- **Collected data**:

= = = = = = =

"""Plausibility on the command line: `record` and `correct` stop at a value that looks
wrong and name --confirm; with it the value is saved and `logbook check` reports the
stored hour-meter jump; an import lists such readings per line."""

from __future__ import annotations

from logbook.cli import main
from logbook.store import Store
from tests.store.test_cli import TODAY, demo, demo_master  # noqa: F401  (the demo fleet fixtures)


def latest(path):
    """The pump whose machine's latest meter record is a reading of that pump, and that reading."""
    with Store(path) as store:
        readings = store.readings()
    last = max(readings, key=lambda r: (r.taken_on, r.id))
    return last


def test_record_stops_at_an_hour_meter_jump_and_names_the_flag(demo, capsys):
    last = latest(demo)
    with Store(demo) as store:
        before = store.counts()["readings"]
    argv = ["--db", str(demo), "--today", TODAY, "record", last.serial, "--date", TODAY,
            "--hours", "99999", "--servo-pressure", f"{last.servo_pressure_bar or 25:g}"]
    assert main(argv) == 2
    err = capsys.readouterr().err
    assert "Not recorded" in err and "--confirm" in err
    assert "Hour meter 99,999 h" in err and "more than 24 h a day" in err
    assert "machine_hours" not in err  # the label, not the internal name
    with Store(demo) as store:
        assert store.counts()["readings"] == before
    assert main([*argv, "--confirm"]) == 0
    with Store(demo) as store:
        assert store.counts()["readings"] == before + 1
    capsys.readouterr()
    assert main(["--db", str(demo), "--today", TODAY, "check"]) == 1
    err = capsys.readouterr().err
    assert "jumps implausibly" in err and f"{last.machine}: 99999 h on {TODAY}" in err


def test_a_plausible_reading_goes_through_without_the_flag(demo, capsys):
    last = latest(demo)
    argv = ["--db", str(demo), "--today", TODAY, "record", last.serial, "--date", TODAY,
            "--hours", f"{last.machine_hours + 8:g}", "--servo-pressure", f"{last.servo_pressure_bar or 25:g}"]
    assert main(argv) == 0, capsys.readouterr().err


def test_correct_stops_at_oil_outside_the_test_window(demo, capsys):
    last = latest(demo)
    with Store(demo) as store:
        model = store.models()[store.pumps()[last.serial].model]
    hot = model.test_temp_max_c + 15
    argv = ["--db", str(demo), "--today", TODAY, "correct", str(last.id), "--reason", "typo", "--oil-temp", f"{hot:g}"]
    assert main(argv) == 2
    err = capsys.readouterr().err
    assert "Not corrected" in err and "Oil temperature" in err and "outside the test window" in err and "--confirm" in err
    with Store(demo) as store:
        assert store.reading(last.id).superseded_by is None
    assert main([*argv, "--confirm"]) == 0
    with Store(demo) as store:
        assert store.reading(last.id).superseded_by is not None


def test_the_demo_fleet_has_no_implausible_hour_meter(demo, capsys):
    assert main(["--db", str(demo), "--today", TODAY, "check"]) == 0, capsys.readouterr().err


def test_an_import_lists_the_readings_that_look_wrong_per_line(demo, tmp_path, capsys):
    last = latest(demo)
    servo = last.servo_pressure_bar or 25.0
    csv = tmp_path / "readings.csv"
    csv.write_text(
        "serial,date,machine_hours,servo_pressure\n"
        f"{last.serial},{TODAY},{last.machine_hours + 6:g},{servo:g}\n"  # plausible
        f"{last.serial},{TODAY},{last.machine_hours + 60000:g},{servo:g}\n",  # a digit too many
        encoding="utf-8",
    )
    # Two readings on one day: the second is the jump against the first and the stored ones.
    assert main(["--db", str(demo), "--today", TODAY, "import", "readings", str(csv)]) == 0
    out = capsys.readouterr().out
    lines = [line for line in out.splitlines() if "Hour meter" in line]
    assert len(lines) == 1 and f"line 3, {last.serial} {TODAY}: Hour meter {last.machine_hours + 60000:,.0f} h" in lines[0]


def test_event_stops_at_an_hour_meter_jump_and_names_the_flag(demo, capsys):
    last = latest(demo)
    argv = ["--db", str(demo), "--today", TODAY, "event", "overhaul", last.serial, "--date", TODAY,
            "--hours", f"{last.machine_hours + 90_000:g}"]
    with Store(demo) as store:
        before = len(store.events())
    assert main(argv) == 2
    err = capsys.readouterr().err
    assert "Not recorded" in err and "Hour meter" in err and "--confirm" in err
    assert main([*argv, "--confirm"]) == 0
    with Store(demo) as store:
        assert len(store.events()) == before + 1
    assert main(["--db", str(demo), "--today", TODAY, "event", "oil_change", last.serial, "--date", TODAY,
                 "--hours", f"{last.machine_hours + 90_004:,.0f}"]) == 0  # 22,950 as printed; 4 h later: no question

= = = = = = =

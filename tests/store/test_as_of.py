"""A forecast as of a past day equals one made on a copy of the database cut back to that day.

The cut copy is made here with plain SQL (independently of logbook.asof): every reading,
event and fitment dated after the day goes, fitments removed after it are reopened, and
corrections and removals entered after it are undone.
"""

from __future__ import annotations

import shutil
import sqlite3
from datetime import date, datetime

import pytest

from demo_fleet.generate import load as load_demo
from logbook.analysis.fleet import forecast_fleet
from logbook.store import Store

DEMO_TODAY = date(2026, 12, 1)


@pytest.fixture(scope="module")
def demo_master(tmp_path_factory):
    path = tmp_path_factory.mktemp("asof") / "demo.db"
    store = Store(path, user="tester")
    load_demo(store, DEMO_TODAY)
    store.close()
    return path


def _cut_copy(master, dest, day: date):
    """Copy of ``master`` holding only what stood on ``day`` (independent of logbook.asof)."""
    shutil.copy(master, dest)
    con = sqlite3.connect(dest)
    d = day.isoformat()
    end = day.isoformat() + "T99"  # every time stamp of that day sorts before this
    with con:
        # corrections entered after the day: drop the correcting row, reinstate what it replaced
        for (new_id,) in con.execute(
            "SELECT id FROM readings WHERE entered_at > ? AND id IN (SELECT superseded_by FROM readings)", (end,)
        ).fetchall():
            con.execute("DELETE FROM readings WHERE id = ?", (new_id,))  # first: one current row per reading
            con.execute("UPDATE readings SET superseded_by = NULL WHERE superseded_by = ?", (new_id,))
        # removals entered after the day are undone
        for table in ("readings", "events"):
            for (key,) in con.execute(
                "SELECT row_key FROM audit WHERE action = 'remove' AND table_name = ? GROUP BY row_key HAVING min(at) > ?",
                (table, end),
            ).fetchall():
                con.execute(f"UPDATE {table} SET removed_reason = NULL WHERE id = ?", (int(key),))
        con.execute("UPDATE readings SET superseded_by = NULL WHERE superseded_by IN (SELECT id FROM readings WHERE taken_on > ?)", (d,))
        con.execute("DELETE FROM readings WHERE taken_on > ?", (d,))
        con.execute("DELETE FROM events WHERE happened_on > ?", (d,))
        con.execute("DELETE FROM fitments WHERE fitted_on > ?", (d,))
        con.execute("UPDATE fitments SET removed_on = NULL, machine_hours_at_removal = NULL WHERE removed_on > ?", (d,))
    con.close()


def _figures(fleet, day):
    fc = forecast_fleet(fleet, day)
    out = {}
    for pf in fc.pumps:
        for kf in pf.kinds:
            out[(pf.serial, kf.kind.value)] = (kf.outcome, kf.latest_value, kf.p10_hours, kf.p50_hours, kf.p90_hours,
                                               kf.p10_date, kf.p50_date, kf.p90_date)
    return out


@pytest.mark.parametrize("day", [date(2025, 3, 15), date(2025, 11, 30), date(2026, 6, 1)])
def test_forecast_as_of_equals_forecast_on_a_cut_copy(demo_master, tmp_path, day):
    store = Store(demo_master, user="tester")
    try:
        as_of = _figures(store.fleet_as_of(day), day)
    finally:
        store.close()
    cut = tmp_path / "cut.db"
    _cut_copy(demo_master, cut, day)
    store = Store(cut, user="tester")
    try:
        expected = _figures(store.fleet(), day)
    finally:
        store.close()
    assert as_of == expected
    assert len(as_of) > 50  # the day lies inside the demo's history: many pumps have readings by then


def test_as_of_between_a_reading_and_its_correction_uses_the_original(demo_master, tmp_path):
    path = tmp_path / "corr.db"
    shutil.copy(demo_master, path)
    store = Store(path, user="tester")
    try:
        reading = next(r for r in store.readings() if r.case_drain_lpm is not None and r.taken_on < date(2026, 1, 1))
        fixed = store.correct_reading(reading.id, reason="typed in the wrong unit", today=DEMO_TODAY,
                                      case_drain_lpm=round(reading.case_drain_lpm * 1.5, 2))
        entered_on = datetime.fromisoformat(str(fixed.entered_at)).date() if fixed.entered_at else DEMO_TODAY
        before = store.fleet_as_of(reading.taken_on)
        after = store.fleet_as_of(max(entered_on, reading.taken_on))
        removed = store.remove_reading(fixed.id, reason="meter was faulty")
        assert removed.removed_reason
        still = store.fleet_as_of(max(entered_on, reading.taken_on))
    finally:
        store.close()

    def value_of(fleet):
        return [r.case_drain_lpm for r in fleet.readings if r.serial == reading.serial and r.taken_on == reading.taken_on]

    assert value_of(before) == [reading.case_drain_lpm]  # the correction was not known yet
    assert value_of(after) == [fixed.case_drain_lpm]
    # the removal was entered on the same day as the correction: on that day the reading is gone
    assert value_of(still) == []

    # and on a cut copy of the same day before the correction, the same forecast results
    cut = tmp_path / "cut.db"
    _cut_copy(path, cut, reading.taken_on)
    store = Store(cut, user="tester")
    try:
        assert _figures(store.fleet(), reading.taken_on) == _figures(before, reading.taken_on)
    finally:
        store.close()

= = = = = = =

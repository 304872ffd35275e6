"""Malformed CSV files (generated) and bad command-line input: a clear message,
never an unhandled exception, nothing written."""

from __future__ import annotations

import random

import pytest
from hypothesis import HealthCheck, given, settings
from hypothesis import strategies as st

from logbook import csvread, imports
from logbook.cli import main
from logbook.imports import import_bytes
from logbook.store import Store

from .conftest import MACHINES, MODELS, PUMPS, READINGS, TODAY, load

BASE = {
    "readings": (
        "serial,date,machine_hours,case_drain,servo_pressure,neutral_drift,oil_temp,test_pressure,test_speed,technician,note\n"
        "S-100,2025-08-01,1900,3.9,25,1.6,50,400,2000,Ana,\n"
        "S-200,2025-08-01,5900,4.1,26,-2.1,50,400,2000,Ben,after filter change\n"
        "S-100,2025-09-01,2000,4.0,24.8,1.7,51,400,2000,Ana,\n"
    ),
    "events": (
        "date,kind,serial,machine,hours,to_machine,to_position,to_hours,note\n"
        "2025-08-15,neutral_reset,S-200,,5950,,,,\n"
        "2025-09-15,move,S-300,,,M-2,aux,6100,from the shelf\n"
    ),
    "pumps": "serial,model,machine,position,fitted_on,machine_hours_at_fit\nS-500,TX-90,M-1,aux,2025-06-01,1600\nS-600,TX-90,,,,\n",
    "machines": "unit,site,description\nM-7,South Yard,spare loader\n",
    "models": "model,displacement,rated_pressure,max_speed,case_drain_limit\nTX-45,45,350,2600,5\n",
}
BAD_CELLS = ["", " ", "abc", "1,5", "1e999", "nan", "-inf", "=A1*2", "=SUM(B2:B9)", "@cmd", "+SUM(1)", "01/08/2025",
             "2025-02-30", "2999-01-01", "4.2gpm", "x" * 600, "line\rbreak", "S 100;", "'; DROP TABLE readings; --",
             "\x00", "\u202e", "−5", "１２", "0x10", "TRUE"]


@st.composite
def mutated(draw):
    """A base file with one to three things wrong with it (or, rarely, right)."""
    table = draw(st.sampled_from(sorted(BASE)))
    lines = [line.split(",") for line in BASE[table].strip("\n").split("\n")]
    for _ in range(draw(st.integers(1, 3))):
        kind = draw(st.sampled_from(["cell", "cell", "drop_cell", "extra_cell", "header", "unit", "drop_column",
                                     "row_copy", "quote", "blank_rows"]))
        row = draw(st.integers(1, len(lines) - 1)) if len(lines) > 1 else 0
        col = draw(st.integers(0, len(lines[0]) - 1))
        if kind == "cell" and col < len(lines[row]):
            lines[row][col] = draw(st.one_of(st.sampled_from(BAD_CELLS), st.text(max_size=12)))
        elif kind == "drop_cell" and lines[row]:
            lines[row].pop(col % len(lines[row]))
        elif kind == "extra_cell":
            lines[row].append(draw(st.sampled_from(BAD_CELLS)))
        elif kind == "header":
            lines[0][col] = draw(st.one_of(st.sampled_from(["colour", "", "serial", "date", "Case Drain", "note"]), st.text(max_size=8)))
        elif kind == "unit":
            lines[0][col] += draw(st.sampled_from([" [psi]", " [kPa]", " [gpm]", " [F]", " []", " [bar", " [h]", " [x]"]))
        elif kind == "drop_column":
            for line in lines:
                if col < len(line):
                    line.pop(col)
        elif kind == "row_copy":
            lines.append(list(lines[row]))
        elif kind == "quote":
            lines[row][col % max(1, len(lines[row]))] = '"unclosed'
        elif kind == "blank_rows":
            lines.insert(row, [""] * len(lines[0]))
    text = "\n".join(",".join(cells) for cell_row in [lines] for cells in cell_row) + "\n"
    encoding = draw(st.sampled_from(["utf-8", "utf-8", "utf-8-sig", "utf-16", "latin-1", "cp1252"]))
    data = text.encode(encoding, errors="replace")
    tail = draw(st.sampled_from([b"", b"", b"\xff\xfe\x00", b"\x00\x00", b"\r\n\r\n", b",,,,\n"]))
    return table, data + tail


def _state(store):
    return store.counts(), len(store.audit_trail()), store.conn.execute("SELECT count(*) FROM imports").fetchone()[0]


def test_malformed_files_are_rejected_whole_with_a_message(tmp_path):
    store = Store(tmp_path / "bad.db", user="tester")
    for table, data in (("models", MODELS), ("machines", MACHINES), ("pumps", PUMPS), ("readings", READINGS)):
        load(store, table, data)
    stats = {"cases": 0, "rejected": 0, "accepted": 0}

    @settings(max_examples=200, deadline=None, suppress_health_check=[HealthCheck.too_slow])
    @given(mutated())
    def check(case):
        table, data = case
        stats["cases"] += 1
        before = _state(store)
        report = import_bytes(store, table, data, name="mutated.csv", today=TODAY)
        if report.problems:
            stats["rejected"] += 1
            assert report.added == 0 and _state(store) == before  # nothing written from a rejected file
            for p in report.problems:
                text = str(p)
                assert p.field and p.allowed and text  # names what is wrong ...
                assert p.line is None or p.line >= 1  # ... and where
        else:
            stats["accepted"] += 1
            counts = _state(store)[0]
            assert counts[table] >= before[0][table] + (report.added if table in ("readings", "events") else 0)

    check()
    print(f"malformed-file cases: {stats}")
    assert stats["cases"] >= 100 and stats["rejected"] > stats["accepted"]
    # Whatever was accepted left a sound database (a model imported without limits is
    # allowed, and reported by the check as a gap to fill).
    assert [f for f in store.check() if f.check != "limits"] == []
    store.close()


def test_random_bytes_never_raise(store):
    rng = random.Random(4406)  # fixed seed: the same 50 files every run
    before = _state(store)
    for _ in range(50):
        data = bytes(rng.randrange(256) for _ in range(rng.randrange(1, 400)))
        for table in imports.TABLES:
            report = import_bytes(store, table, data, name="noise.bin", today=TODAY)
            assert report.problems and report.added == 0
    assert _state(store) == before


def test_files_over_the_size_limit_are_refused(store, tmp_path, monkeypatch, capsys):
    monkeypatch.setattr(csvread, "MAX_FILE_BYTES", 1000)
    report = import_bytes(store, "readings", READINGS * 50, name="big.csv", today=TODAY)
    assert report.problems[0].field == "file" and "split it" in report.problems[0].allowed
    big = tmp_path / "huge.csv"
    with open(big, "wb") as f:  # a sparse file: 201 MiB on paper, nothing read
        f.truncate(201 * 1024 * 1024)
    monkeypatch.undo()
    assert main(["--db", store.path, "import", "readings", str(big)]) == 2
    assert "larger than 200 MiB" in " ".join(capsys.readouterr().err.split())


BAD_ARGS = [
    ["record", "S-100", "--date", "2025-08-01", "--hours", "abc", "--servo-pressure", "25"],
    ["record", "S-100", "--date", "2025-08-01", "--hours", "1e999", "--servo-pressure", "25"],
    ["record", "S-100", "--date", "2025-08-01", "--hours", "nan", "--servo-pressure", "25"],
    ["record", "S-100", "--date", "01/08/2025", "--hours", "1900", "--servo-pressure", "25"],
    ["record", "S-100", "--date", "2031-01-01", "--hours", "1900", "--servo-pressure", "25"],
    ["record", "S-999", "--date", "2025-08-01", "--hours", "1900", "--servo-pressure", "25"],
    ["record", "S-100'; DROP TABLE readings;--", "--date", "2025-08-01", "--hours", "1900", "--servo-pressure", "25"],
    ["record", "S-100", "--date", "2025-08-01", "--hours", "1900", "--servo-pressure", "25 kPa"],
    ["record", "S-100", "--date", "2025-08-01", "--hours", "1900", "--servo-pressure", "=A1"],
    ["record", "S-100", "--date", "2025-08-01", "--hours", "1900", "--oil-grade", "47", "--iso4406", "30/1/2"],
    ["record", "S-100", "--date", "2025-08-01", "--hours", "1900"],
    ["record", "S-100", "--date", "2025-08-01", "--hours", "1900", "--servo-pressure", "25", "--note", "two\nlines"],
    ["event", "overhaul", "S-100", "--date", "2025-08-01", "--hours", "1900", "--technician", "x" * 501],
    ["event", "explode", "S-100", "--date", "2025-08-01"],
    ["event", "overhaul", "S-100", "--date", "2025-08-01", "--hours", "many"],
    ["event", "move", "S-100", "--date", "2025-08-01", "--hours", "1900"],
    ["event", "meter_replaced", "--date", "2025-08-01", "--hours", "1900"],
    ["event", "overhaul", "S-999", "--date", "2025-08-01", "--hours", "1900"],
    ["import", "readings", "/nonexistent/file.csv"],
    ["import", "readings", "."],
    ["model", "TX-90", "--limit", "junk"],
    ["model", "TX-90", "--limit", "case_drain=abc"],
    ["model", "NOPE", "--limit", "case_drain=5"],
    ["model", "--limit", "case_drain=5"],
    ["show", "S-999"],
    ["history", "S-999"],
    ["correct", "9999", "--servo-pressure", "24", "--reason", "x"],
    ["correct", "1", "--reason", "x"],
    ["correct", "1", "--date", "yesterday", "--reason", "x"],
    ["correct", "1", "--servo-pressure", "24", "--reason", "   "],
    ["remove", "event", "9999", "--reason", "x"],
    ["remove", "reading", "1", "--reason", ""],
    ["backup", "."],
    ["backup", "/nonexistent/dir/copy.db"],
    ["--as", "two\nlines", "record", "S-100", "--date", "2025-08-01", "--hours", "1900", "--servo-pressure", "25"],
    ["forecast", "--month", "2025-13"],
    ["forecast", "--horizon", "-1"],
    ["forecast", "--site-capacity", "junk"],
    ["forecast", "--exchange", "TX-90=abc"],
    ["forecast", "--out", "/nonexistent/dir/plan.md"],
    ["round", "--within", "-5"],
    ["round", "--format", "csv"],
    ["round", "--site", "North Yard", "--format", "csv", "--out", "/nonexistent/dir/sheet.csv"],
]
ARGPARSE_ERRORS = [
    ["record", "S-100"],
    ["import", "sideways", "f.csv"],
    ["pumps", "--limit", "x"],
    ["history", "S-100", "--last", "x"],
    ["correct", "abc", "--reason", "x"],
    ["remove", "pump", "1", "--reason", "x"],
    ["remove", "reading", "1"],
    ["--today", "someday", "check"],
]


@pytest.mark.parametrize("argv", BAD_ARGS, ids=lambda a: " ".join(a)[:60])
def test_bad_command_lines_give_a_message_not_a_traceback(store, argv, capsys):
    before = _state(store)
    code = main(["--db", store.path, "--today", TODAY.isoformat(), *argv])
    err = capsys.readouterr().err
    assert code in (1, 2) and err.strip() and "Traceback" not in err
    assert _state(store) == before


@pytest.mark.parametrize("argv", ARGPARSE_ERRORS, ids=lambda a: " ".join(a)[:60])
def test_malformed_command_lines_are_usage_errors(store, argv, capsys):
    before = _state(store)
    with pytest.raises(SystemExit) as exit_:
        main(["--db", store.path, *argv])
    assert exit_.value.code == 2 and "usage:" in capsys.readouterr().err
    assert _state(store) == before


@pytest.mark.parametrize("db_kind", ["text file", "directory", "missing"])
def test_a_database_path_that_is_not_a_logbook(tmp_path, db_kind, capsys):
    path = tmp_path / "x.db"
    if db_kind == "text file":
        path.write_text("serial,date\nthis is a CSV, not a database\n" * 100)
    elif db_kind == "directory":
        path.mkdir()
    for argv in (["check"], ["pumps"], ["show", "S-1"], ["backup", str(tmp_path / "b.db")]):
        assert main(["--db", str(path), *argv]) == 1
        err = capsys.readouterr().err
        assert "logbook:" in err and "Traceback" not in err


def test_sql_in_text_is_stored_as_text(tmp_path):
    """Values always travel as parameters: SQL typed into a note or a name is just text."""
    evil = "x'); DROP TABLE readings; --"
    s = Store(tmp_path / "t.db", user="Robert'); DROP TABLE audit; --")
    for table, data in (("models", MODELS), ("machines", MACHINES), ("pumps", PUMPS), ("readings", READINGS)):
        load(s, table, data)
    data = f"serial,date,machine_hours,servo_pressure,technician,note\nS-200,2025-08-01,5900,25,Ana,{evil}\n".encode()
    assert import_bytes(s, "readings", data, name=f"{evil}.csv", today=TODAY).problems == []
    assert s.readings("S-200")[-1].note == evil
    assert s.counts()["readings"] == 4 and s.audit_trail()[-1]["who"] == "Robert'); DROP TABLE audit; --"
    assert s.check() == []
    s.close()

= = = = = = =

- **WHAT YOU NEED TO DO**: Which lines in the records above contain the word "hypothesis"? Return each of them.

- **FINISHED TASK**:
from hypothesis import HealthCheck, given, settings
from hypothesis import strategies as st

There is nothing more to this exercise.